Antibiotic-resistant pathogens can be spread via washing machines.
This has been proven by hygienists at the University of Bonn for a children’s hospital in which a Klebsiella oxytoca type was repeatedly transmitted to newborns. Fortunately, no dangerous infection occurred.
The source was a conventional washing machine used to launder the clothes of the newborns. This case draws attention, especially as antibiotic-resistant bacteria could also be transmitted via the washing machine in households with people who need nursing care. A further study will examine this distribution channel in more detail. The results were published in the journal Applied and Environmental Microbiology.
The Klebsiella oxytoca bacterium was increasingly detected during routine hygiene screenings in the neonatal ward of a children’s hospital in Germany. The bacterium can lead to gastrointestinal and respiratory infections and in the worst case result in fatal sepsis.
In this particular case, common antibiotics could only be used against this pathogen to a limited extent or not at all. After newborns were repeatedly colonised with the pathogen and intensive hygiene intervention measures were unsuccessful, the hospital called in the Institute for Hygiene and Public Health (IHPH) of the University Hospital Bonn.
In order to trace the source and possible distribution pathways, several environmental samples in patient and staff areas and suspected risk locations were compared with the samples of the newborns.
Dr Ricarda Schmithausen, Head of the One Health Department at IHPH, said: “This type of Klebsiella oxytoca was so unique that it was in this form not yet included in the database of the National Reference Center for gram-negative hospital pathogens.”
This particularity was advantageous because it allowed the distribution pathway to be clearly traced.

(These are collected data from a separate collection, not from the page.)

// Issue 15: two API processes on one database share what a client could otherwise play off against
// them, and neither keeps answering from a cache the other has made stale. Each test runs a second
// app on the same database file with its own connection and write lock, as a second process would.
import { randomUUID } from 'node:crypto';
import request from 'supertest';
import { afterEach, describe, expect, it } from 'vitest';
import { catalogueVersionCheckMs } from '../modules/catalogue/catalogue.service';
import { createTestContext, csrf, openSecondInstance, seedShop, signedInAgent, type TestContext } from '../test-support/test-app';

let ctx: TestContext | undefined;
let second: Awaited<ReturnType<typeof openSecondInstance>> | undefined;
afterEach(async () => {
  await second?.close();
  await ctx?.close();
  second = ctx = undefined;
});

const signIn = (app: TestContext['app'], email: string, password: string) => request(app).post('/api/auth/sign-in').set(csrf).send({ email, password });

describe('rate limits across two app instances', () => {
  it('counts failed sign-ins made on either instance against one allowance', async () => {
    ctx = await createTestContext();
    second = await openSecondInstance(ctx);
    const shop = await seedShop(ctx, ['owner']);
    const email = shop.byRole.owner.email;
    // 10 failures allowed per account in 15 minutes: five here, five there.
    for (let i = 0; i < 5; i++) expect((await signIn(ctx.app, email, `wrong-${i}`)).status).toBe(401);
    for (let i = 0; i < 5; i++) expect((await signIn(second.app, email, `wrong-${i}`)).status).toBe(401);
    // Each instance alone has seen only five, yet both refuse now.
    expect((await signIn(ctx.app, email, shop.password)).status).toBe(429);
    expect((await signIn(second.app, email, shop.password)).status).toBe(429);
    ctx.clock.advance(15 * 60_000 + 1000);
    expect((await signIn(second.app, email, shop.password)).status).toBe(200);
  });

  it('shares the hourly e-mail allowance of a person', async () => {
    ctx = await createTestContext({ deps: { mailRequestLimit: { limit: 2, windowMs: 60 * 60_000 } } });
    second = await openSecondInstance(ctx, { mailRequestLimit: { limit: 2, windowMs: 60 * 60_000 } });
    const shop = await seedShop(ctx, ['buyer']);
    const onFirst = await signedInAgent(ctx.app, shop.byRole.buyer.email, shop.password);
    const onSecond = await signedInAgent(second.app, shop.byRole.buyer.email, shop.password);
    const send = (agent: typeof onFirst) => agent.post(`/api/shops/${shop.shop.id}/purchasing/orders/${randomUUID()}/send`).set(csrf);
    expect((await send(onFirst)).status).toBe(404);
    expect((await send(onSecond)).status).toBe(404);
    expect((await send(onFirst)).status).toBe(429);
    expect((await send(onSecond)).status).toBe(429);
  });
});

describe('the catalogue across two app instances', () => {
  it('a link added on one instance shows in the other instance\'s lineage within the version check interval', async () => {
    ctx = await createTestContext();
    second = await openSecondInstance(ctx);
    const shop = await seedShop(ctx, ['owner']);
    const onFirst = await signedInAgent(ctx.app, shop.byRole.owner.email, shop.password);
    const onSecond = await signedInAgent(second.app, shop.byRole.owner.email, shop.password);
    const base = `/api/shops/${shop.shop.id}`;
    const part = async (number: string) => (await onFirst.post(`${base}/parts`).set(csrf).send({ number, description: `Shared state ${number}` })).body.id as string;
    const [older, newer] = [await part('SS-100'), await part('SS-101')];
    const edgesSeenBy = async (agent: typeof onFirst) => (await agent.get(`${base}/parts/${older}/lineage`)).body.edges as unknown[];
    // The second instance builds and caches the shop's graph: no links yet.
    expect(await edgesSeenBy(onSecond)).toEqual([]);
    expect((await onFirst.post(`${base}/part-links`).set(csrf).send({ fromPartId: older, kind: 'replaced_by', toPartId: newer })).status).toBe(201);
    // The writing instance knows at once; the other one once its reading of the version is due again.
    expect(await edgesSeenBy(onFirst)).toHaveLength(1);
    ctx.clock.advance(catalogueVersionCheckMs);
    expect(await edgesSeenBy(onSecond)).toHaveLength(1);
  });
});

Neither the parents nor the nursing staff had transmitted the bacteria.
Dr Martin Exner, Director of the Institute for Hygiene and Public Health at the University Hospital Bonn said: “The Klebsiella oxytoca type was clearly identified in the detergent drawer and on the door seal of a washing machine in the basement, which was used to launder the hand-knitted socks and beanies of the babies on the ward.” The bacteria were passed on to the newborns via the clothing.
After the washing machine was removed, no further colonisation of the premature babies was detected.

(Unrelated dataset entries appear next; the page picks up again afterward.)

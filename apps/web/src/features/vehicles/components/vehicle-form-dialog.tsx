import { vehicleConditions, vehicleInputSchema, vehicleKinds, vehicleUpdateSchema, type VehicleDetail, type VehicleInput, type VehicleKind } from '@tappet/contracts';
import { formatMinorUnits, minorUnitExponent, parseMinorUnits } from '@tappet/domain';
import { Dialog, FormDialogFooter, FormMessage, Select, TextField, useToast } from '@tappet/ui';
import { useId, useRef, useState, type FormEvent } from 'react';
import { ApiError } from '../../../lib/api-client';
import { formValues, useFormErrors, zodFieldErrors, type FieldErrors } from '../../../lib/forms';
import { useCreateVehicle, useUpdateVehicle } from '../api/mutations';
import { CustomerPicker } from './customer-picker';
import { blankToNull, optionalInteger, TextAreaField } from './form-bits';
import { conditionWords, kindWords } from './words';

const fields = ['kind', 'marque', 'model', 'year', 'colour', 'frameNumber', 'engineNumber', 'vin', 'condition', 'notes', 'customerId', 'acquisitionCostMinor', 'askingPriceMinor', 'arrivedOn', 'odometer.value', 'odometer.readOn'] as const;

/** The check-digit warning the API sends for a 17-character VIN that does not add up. */
export interface VinWarning {
  vin: string;
  expected: string | null;
  message: string;
}

/** Reads the API's VIN warning out of an error, or null. */
export function vinWarningOf(error: unknown, vin: string): VinWarning | null {
  if (!(error instanceof ApiError) || !Array.isArray(error.details)) return null;
  const item = (error.details as Array<Record<string, unknown>>).find((d) => d?.['warning'] === 'vin_check_digit');
  if (!item) return null;
  return { vin, expected: typeof item['expected'] === 'string' ? item['expected'] : null, message: error.message };
}

/** Money typed in major units ("4,200.00") as minor units; NaN when it is not an amount. */
function moneyFrom(text: string | undefined, exponent: number): number | null {
  const trimmed = (text ?? '').replace(/[,\s£$€]/g, '');
  if (!trimmed) return null;
  try {
    return parseMinorUnits(trimmed, exponent);
  } catch {
    return Number.NaN;
  }
}

export interface VehicleFormDialogProps {
  shopId: string;
  open: boolean;
  onClose: () => void;
  /** The vehicle to edit; without it the form records a new arrival. */
  vehicle?: VehicleDetail;
  /** The shop's currency (ISO 4217) and distance unit. */
  currency: string;
  distanceUnit: 'mi' | 'km';
  /** Whether the person may set the acquisition cost and asking price (not mechanics). */
  canSetMoney: boolean;
  /** Whether the person may add customers. */
  canCreateCustomer: boolean;
  marques?: string[];
  onSaved?: (vehicle: VehicleDetail) => void;
}

/**
 * Records or edits a vehicle. A 17-character VIN whose check digit fails comes back as a warning
 * that must be confirmed with a tick before the form is sent again; it is never kept silently.
 */
export function VehicleFormDialog({ shopId, open, onClose, vehicle, currency, distanceUnit, canSetMoney, canCreateCustomer, marques = [], onSaved }: VehicleFormDialogProps) {
  const formRef = useRef<HTMLFormElement>(null);
  const formId = useId();
  const listId = useId();
  const errors = useFormErrors(formRef);
  const create = useCreateVehicle(shopId);
  const update = useUpdateVehicle(shopId, vehicle?.id ?? '');
  const toast = useToast();
  const [kind, setKind] = useState<VehicleKind>(vehicle?.kind ?? 'customer');
  const [customer, setCustomer] = useState<{ id: string; name: string } | null>(vehicle?.customer ?? null);
  const [vinWarning, setVinWarning] = useState<VinWarning | null>(null);
  const [vinConfirmed, setVinConfirmed] = useState(false);
  const exponent = minorUnitExponent(currency);
  const money = (minor: number | null | undefined) => (minor == null ? '' : formatMinorUnits(minor, exponent));

  function build(values: Record<string, string>): VehicleInput {
    const vin = (values['vin'] ?? '').trim().toUpperCase();
    const odometerValue = optionalInteger(values['odometerValue']);
    return {
      kind,
      marque: values['marque'] ?? '',
      model: values['model'] ?? '',
      year: optionalInteger(values['year']),
      colour: blankToNull(values['colour']),
      frameNumber: blankToNull(values['frameNumber']),
      engineNumber: blankToNull(values['engineNumber']),
      vin: vin || null,
      condition: (values['condition'] || null) as VehicleInput['condition'],
      notes: blankToNull(values['notes']),
      customerId: customer?.id ?? null,
      // Only the fields the person may set are sent at all.
      ...(canSetMoney
        ? {
            acquisitionCostMinor: kind === 'shop_stock' ? moneyFrom(values['acquisitionCost'], exponent) : null,
            askingPriceMinor: kind === 'customer' ? null : moneyFrom(values['askingPrice'], exponent),
          }
        : {}),
      acknowledgeCheckDigit: Boolean(vinWarning && vinConfirmed && vinWarning.vin === vin),
      ...(!vehicle && odometerValue !== null ? { odometer: { value: odometerValue, unit: (values['odometerUnit'] || distanceUnit) as 'mi' | 'km', readOn: values['odometerReadOn'] || values['arrivedOn'] || new Date().toISOString().slice(0, 10) } } : {}),
      ...(!vehicle && values['arrivedOn'] ? { arrivedOn: values['arrivedOn'] } : {}),
    };
  }

  function onSubmit(event: FormEvent<HTMLFormElement>) {
    event.preventDefault();
    const input = build(formValues(event.currentTarget));
    const parsed = (vehicle ? vehicleUpdateSchema : vehicleInputSchema).safeParse(input);
    if (!parsed.success) {
      const fe: FieldErrors = zodFieldErrors(parsed.error);
      errors.failApi(new ApiError(400, 'validation_failed', 'Check the fields marked below.', fe), fields);
      return;
    }
    if (vinWarning && vinWarning.vin === input.vin && !vinConfirmed) {
      errors.failApi(new ApiError(400, 'validation_failed', 'Confirm the VIN below, or correct it.', { vin: 'Confirm or correct this VIN.' }), fields);
      return;
    }
    errors.clear();
    const callbacks = {
      onSuccess: (saved: VehicleDetail) => {
        toast.show(vehicle ? 'Vehicle saved.' : 'Vehicle recorded as arrived.', 'ok');
        onSaved?.(saved);
        onClose();
      },
      onError: (error: unknown) => {
        const warning = vinWarningOf(error, input.vin ?? '');
        if (warning) {
          setVinWarning(warning);
          setVinConfirmed(false);
          errors.failApi(new ApiError(400, 'validation_failed', warning.message, { vin: `The check digit (position 9) should be ${warning.expected ?? '?'}.` }), fields);
          return;
        }
        errors.failApi(error, fields);
      },
    };
    if (vehicle) update.mutate(input, callbacks);
    else create.mutate(input, callbacks);
  }

  const pending = create.isPending || update.isPending;

  return (
    <Dialog
      open={open}
      onClose={onClose}
      title={vehicle ? 'Edit vehicle' : 'Record a vehicle'}
      description="Numbers as stamped on the frame and engine; older vehicles have no VIN."
      className="max-w-3xl"
      footer={<FormDialogFooter formId={formId} submitLabel={vehicle ? 'Save vehicle' : 'Record vehicle'} loading={pending} onCancel={onClose} />}
    >
      <form id={formId} ref={formRef} noValidate onSubmit={onSubmit} className="grid grid-cols-1 gap-4 sm:grid-cols-2">
        {errors.formError && (
          <div className="sm:col-span-2">
            <FormMessage>{errors.formError}</FormMessage>
          </div>
        )}
        <Select label="Kind" name="kind" value={kind} onChange={(e) => setKind(e.currentTarget.value as VehicleKind)} options={vehicleKinds.map((k) => ({ value: k, label: kindWords[k] }))} error={errors.fieldErrors['kind']} />
        <Select
          label="Condition"
          name="condition"
          defaultValue={vehicle?.condition ?? ''}
          options={[{ value: '', label: 'Not judged yet' }, ...vehicleConditions.map((c) => ({ value: c, label: `${conditionWords[c].label} — ${conditionWords[c].meaning}` }))]}
          error={errors.fieldErrors['condition']}
        />
        <TextField label="Marque" name="marque" defaultValue={vehicle?.marque} list={listId} error={errors.fieldErrors['marque']} autoComplete="off" />
        <datalist id={listId}>
          {marques.map((m) => (
            <option key={m} value={m} />
          ))}
        </datalist>
        <TextField label="Model" name="model" defaultValue={vehicle?.model} error={errors.fieldErrors['model']} autoComplete="off" />
        <TextField label="Year" name="year" inputMode="numeric" defaultValue={vehicle?.year ?? ''} error={errors.fieldErrors['year']} hint="Optional; year of manufacture." autoComplete="off" />
        <TextField label="Colour" name="colour" defaultValue={vehicle?.colour ?? ''} error={errors.fieldErrors['colour']} hint="Optional." autoComplete="off" />
        <TextField label="Frame number" name="frameNumber" defaultValue={vehicle?.frameNumber ?? ''} error={errors.fieldErrors['frameNumber']} className="font-mono" hint="As stamped, with its spacing." autoComplete="off" spellCheck={false} />
        <TextField label="Engine number" name="engineNumber" defaultValue={vehicle?.engineNumber ?? ''} error={errors.fieldErrors['engineNumber']} className="font-mono" hint="As stamped." autoComplete="off" spellCheck={false} />
        <div className="flex flex-col gap-2 sm:col-span-2">
          <TextField
            label="VIN"
            name="vin"
            defaultValue={vehicle?.vin ?? ''}
            error={errors.fieldErrors['vin']}
            className="font-mono uppercase"
            hint="Only from the 1980s on; 17 characters, never I, O or Q. Leave empty for older vehicles."
            maxLength={20}
            autoComplete="off"
            spellCheck={false}
            onChange={() => {
              if (vinWarning) setVinConfirmed(false);
            }}
          />
          {vinWarning && (
            <div className="rounded-md border-2 border-advise bg-advise-soft p-3" role="alert">
              <p className="font-bold">
                <span aria-hidden="true">⚠ </span>The VIN’s check digit does not match
              </p>
              <p className="mt-1">
                Position 9 of <span className="font-mono">{vinWarning.vin}</span> should be <span className="font-mono font-bold">{vinWarning.expected ?? '?'}</span>. Vehicles built for North America must carry a valid check digit: look at the stamping again. Keep it only if the vehicle really carries this VIN.
              </p>
              <label className="mt-2 flex min-h-touch items-center gap-3">
                <input type="checkbox" className="h-5 w-5 accent-accent" checked={vinConfirmed} onChange={(e) => setVinConfirmed(e.currentTarget.checked)} />
                I have checked the vehicle: keep this VIN as stamped
              </label>
            </div>
          )}
        </div>
        <div className="sm:col-span-2">
          <CustomerPicker shopId={shopId} value={customer} onChange={setCustomer} canCreate={canCreateCustomer} label={kind === 'consignment' ? 'Consignor' : kind === 'customer' ? 'Owner' : 'Bought from (optional)'} error={errors.fieldErrors['customerId']} />
        </div>
        {kind !== 'customer' && (
          <>
            {kind === 'shop_stock' && (
              <TextField
                label={`Acquisition cost (${currency})`}
                name="acquisitionCost"
                inputMode="decimal"
                defaultValue={money(vehicle?.acquisitionCostMinor)}
                disabled={!canSetMoney}
                error={errors.fieldErrors['acquisitionCostMinor']}
                hint={canSetMoney ? 'What the shop paid.' : 'Only the owner sets this.'}
                autoComplete="off"
              />
            )}
            <TextField
              label={`Asking price (${currency})`}
              name="askingPrice"
              inputMode="decimal"
              defaultValue={money(vehicle?.askingPriceMinor)}
              disabled={!canSetMoney}
              error={errors.fieldErrors['askingPriceMinor']}
              hint={canSetMoney ? 'Optional.' : 'Only the owner sets this.'}
              autoComplete="off"
            />
          </>
        )}
        {!vehicle && (
          <fieldset className="grid grid-cols-1 gap-4 rounded-md border border-line p-3 sm:col-span-2 sm:grid-cols-3">
            <legend className="px-1 font-bold">On arrival</legend>
            <TextField label="Arrived on" name="arrivedOn" type="date" error={errors.fieldErrors['arrivedOn']} hint="Today if left empty." />
            <TextField label="Odometer" name="odometerValue" inputMode="numeric" error={errors.fieldErrors['odometer.value']} hint="Optional; as the clock reads." autoComplete="off" />
            <Select label="Unit" name="odometerUnit" defaultValue={distanceUnit} options={[{ value: 'mi', label: 'miles (mi)' }, { value: 'km', label: 'kilometres (km)' }]} />
          </fieldset>
        )}
        <div className="sm:col-span-2">
          <TextAreaField label="Notes" name="notes" defaultValue={vehicle?.notes ?? ''} error={errors.fieldErrors['notes']} hint="Optional: history, what the customer asked for." />
        </div>
      </form>
    </Dialog>
  );
}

Schmithausen said: “This clearly demonstrates that we found the Klebsiella source. This is a special case.”
Hospitals normally use special washing machines and laundry processes that wash at high temperatures and with disinfectants, or designated laundries handle the washing externally. On the neonatal ward, however, the case that occurred some time ago involved a standard washing machine.
Schmithausen continued: “We decided to investigate this case in order to draw attention to possible problems with resistant bacteria that are now advancing into the domestic environment.”
Studies have already shown that antibiotic-resistant bacteria can take hold in washing machines. Professor Exner said: “However, we have proven for the first time that a washing machine can also spread antibiotic-resistant bacteria to humans.”
This result also has consequences for the domestic environment. For environmental reasons, the trend in conventional household machines is towards lower temperatures of well below 60°C (140°F). According to the researchers, this is, in principle, a very positive development because it saves energy and protects the climate.
However, if elderly people requiring nursing care with open wounds or bladder catheters or younger people with suppurating injuries or infections lived in the household, laundry should be washed at higher temperatures, such as 60°C (140°F), to avoid the transmission of dangerous pathogens. This is a growing challenge for hygienists, as the number of people receiving nursing care from family members is constantly increasing.